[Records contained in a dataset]
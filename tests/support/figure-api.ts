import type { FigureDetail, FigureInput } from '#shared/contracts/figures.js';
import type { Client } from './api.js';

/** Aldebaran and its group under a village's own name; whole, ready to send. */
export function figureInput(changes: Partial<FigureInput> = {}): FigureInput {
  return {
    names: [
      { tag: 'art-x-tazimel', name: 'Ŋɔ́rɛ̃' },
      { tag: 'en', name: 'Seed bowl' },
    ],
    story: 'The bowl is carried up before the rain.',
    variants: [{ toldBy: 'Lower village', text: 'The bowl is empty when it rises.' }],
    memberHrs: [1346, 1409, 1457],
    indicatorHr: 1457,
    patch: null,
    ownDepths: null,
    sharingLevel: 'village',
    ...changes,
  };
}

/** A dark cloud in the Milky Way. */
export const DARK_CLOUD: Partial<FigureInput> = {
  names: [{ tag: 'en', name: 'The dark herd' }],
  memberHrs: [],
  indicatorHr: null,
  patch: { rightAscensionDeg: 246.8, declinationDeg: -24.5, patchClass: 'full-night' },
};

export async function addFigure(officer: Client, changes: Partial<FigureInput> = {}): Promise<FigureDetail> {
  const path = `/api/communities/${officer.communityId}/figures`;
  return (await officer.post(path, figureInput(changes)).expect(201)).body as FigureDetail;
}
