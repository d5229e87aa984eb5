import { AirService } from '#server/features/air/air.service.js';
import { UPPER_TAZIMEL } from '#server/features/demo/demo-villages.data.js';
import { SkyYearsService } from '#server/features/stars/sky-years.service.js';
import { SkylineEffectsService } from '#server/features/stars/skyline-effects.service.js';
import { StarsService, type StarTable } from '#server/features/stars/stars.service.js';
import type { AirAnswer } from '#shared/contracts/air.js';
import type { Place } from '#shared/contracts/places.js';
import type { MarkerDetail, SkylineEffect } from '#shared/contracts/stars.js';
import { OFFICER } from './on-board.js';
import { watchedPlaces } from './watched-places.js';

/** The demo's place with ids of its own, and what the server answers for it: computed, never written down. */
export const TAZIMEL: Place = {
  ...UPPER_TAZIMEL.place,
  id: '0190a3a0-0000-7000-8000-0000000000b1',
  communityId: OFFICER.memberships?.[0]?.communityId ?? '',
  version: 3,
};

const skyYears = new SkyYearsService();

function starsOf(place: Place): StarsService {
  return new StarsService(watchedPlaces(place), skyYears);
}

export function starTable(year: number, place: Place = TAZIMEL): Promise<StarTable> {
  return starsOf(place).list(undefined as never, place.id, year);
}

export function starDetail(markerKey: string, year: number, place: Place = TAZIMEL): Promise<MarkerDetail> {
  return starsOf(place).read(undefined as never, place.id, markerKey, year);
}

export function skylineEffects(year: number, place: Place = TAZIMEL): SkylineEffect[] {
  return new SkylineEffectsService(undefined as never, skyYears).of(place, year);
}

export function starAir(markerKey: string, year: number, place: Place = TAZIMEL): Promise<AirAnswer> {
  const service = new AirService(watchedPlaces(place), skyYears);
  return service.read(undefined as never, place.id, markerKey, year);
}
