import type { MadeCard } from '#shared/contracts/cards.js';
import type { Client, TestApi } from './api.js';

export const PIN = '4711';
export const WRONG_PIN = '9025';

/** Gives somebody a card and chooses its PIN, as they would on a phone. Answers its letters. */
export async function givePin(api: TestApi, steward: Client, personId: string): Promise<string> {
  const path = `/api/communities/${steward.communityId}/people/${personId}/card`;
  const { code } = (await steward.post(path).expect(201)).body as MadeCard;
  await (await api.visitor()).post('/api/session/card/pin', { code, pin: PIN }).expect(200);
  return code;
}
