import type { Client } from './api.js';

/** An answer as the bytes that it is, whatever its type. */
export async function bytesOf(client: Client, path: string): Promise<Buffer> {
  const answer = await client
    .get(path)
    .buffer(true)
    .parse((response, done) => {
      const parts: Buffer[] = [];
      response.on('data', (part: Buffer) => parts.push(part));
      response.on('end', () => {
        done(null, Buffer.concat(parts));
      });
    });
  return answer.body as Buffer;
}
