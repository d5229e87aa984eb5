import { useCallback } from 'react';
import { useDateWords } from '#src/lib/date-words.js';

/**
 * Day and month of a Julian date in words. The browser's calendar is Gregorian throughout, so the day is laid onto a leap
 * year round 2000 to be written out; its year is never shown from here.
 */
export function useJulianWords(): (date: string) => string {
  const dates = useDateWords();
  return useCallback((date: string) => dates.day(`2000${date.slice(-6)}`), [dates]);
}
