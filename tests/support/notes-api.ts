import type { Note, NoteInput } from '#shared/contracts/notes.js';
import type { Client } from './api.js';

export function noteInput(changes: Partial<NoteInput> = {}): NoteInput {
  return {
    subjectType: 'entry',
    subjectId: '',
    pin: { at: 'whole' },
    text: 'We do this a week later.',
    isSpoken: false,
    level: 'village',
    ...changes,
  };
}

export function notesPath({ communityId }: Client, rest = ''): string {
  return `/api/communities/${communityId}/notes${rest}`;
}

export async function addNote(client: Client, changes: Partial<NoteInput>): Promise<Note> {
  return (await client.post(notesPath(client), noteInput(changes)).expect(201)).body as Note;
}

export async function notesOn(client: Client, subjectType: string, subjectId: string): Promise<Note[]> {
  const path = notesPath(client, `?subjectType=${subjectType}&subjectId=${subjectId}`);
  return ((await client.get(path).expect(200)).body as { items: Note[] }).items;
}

■ **What is being asked**
The answer must be every line of the records above that holds the word "filename".

■ **Exercise solution**
filename tests/support/figure-api.ts
filename tests/support/notes-api.ts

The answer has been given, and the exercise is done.